> DESCRIPTION OF THE TASK
What lines of the data below hold "formatCents"? Show them.

________________

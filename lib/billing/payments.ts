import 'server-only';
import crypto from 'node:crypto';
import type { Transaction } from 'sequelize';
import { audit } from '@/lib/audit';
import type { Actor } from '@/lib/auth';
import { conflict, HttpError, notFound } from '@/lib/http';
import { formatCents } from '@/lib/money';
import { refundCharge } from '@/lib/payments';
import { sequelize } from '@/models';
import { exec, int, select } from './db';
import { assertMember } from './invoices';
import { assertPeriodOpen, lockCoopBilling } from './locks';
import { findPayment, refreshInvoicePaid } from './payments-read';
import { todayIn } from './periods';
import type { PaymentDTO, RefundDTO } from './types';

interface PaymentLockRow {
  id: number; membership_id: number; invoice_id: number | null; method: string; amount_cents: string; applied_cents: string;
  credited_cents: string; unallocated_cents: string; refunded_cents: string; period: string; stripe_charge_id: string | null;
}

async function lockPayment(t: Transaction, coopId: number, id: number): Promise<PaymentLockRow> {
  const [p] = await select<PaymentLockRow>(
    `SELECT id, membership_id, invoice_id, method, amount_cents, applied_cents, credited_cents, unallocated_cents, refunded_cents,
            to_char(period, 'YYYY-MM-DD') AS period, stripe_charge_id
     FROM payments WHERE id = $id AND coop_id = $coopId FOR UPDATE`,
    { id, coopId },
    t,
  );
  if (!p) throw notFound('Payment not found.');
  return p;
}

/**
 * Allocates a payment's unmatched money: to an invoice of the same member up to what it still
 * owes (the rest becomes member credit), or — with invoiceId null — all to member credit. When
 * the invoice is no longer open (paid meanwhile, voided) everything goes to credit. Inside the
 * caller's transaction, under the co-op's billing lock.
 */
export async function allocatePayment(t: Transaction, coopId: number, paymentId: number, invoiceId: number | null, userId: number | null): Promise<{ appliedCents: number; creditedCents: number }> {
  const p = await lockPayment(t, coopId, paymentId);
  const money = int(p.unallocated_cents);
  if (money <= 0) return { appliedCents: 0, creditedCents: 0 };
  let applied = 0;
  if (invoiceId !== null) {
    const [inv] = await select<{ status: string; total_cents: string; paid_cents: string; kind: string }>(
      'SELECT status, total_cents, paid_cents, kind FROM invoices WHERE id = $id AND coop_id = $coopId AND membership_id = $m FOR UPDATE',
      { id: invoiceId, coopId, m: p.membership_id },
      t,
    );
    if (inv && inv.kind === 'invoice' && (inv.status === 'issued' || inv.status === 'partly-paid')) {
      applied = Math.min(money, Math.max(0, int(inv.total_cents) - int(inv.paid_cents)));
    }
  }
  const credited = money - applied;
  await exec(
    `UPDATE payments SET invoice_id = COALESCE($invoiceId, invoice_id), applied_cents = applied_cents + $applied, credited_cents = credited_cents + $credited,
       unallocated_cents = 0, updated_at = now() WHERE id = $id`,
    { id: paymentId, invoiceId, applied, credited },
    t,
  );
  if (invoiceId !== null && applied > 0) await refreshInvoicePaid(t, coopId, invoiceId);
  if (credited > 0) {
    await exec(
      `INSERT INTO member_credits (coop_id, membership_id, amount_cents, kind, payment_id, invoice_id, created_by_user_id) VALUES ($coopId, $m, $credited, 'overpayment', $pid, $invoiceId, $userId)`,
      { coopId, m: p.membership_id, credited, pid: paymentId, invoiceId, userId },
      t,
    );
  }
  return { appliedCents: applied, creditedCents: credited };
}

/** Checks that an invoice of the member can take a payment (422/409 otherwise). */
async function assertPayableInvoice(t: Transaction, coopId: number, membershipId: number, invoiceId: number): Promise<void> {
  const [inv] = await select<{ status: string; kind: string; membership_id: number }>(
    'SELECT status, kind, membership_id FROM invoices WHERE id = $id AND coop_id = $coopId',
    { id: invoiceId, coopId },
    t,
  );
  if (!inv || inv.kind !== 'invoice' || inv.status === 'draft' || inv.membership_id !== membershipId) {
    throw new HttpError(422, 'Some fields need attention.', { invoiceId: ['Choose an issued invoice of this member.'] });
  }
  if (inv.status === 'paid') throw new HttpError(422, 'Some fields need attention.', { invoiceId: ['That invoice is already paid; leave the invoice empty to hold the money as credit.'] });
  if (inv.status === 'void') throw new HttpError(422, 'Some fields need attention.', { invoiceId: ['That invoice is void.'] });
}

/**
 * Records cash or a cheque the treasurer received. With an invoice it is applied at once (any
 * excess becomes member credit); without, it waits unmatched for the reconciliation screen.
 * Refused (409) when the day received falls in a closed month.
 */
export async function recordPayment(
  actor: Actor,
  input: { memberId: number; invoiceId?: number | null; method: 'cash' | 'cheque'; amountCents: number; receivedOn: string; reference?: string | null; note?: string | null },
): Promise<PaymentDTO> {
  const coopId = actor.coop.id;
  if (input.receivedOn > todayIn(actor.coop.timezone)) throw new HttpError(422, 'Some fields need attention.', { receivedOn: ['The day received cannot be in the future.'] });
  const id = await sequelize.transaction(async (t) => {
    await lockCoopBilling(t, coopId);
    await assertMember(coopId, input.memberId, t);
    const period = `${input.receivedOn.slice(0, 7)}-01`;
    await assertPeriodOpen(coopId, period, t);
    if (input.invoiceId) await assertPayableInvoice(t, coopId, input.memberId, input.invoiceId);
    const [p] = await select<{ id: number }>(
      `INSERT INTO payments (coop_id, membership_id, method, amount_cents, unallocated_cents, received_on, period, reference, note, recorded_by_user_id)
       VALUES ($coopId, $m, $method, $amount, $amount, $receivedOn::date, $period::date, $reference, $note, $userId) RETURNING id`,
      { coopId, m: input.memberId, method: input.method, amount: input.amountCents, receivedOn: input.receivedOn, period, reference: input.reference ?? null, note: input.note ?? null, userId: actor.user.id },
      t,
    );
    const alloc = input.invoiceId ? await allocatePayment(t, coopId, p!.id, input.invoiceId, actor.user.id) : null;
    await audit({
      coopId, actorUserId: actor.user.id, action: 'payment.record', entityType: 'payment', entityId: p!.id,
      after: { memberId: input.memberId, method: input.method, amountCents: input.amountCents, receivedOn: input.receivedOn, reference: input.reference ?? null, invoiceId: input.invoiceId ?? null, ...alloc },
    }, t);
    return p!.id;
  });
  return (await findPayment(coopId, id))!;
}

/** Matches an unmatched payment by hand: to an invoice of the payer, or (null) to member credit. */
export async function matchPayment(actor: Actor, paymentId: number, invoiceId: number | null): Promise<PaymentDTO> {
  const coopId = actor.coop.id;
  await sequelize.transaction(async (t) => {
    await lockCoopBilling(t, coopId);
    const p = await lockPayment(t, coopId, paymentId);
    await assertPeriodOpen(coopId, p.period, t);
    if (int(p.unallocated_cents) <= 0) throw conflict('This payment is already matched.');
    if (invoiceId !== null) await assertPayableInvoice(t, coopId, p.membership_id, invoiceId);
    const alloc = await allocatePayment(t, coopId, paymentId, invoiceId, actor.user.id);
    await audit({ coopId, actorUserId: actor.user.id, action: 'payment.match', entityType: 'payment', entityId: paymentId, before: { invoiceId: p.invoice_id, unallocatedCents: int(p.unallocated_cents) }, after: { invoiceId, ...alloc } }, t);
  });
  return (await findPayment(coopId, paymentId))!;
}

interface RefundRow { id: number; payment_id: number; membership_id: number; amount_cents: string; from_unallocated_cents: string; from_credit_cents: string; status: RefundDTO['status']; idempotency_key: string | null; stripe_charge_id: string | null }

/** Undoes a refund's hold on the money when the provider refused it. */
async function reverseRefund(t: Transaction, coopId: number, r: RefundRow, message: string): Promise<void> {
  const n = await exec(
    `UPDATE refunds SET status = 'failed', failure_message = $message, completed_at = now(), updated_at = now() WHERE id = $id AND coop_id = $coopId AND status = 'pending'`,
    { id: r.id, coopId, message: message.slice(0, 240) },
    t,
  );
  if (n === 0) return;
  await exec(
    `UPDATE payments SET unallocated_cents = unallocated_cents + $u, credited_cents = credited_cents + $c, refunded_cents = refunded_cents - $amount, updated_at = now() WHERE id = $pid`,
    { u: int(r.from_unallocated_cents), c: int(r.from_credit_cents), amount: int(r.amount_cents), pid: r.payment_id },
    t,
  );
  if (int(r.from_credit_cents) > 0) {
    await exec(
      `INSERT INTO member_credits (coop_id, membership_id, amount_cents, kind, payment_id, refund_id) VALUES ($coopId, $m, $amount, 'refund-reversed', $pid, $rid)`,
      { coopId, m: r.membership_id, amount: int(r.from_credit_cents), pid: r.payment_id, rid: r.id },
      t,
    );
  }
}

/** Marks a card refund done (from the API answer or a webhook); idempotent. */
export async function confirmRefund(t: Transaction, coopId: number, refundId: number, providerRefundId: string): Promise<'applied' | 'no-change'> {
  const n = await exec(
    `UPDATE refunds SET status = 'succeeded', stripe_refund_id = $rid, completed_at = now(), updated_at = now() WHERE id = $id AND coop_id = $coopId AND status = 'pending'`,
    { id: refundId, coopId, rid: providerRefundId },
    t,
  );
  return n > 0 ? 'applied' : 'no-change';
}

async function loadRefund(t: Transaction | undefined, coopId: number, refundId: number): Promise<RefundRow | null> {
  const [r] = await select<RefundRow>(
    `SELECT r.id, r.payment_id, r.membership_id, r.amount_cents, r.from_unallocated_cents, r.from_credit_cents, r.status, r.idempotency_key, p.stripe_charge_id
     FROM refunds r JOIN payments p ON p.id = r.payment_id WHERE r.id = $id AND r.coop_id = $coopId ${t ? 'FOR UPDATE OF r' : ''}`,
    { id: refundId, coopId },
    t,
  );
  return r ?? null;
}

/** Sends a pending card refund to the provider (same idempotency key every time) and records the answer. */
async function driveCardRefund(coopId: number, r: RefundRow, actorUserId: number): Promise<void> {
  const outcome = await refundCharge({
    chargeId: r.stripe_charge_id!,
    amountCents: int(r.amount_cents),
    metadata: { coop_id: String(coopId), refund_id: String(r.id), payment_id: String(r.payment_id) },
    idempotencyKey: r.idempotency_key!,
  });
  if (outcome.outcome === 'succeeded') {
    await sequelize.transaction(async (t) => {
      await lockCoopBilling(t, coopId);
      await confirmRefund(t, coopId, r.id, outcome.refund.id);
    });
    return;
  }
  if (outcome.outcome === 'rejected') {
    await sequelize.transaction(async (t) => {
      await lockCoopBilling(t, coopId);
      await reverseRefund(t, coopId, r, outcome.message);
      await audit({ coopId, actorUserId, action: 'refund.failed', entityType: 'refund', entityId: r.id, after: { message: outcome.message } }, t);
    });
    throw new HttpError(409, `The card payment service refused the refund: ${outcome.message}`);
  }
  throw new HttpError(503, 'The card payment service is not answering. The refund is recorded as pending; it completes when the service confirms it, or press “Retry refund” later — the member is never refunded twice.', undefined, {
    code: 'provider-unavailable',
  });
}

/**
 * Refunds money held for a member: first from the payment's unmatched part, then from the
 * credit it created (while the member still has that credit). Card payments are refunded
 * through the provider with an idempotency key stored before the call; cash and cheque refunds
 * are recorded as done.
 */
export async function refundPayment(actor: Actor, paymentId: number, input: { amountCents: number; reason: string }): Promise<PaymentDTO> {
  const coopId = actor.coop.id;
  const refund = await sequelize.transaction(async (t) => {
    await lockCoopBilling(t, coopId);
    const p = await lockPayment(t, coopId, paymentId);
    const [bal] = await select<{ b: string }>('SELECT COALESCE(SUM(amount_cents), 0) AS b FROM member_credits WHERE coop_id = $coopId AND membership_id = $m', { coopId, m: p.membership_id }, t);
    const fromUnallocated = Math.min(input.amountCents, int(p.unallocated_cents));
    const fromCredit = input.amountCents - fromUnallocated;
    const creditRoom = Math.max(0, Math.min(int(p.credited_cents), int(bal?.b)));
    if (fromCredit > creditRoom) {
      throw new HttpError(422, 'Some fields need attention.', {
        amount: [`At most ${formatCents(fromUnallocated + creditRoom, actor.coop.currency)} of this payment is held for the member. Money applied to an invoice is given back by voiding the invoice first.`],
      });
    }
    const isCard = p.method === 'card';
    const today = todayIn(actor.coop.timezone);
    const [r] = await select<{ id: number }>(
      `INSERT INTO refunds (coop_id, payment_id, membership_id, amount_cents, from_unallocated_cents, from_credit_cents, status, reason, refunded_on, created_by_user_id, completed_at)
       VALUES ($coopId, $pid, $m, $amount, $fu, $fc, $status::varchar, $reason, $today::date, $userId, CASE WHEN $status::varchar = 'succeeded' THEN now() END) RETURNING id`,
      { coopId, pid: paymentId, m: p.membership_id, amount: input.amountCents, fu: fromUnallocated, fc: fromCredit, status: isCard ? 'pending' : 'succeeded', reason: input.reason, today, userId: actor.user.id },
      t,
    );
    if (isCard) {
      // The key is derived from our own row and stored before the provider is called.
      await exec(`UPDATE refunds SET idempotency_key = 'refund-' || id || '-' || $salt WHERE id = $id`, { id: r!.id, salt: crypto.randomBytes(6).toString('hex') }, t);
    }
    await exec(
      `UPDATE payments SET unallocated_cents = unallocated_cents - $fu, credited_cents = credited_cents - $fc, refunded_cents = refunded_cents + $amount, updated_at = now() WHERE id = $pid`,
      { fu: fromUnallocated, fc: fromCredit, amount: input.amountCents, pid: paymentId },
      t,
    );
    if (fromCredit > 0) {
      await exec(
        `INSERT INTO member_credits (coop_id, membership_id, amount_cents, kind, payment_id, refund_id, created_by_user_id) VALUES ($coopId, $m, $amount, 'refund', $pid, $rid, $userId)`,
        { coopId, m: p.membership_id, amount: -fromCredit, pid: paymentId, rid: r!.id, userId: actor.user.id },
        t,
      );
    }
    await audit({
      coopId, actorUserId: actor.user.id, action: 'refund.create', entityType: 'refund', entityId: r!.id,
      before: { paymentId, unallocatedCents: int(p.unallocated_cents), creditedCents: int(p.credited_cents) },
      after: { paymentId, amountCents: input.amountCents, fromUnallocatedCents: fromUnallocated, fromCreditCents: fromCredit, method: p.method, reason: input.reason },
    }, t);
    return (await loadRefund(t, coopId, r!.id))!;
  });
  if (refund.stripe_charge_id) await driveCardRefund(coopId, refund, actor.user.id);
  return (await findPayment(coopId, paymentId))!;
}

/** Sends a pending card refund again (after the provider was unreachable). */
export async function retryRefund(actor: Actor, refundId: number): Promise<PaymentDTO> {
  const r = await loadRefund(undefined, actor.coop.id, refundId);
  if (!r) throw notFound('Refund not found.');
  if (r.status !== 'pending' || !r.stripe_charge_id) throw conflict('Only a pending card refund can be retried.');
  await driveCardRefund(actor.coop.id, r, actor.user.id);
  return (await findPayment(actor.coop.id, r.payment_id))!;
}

________________

> THE COMPLETED TASK
import { formatCents } from '@/lib/money';
        amount: [`At most ${formatCents(fromUnallocated + creditRoom, actor.coop.currency)} of this payment is held for the member. Money applied to an invoice is given back by voiding the invoice first.`],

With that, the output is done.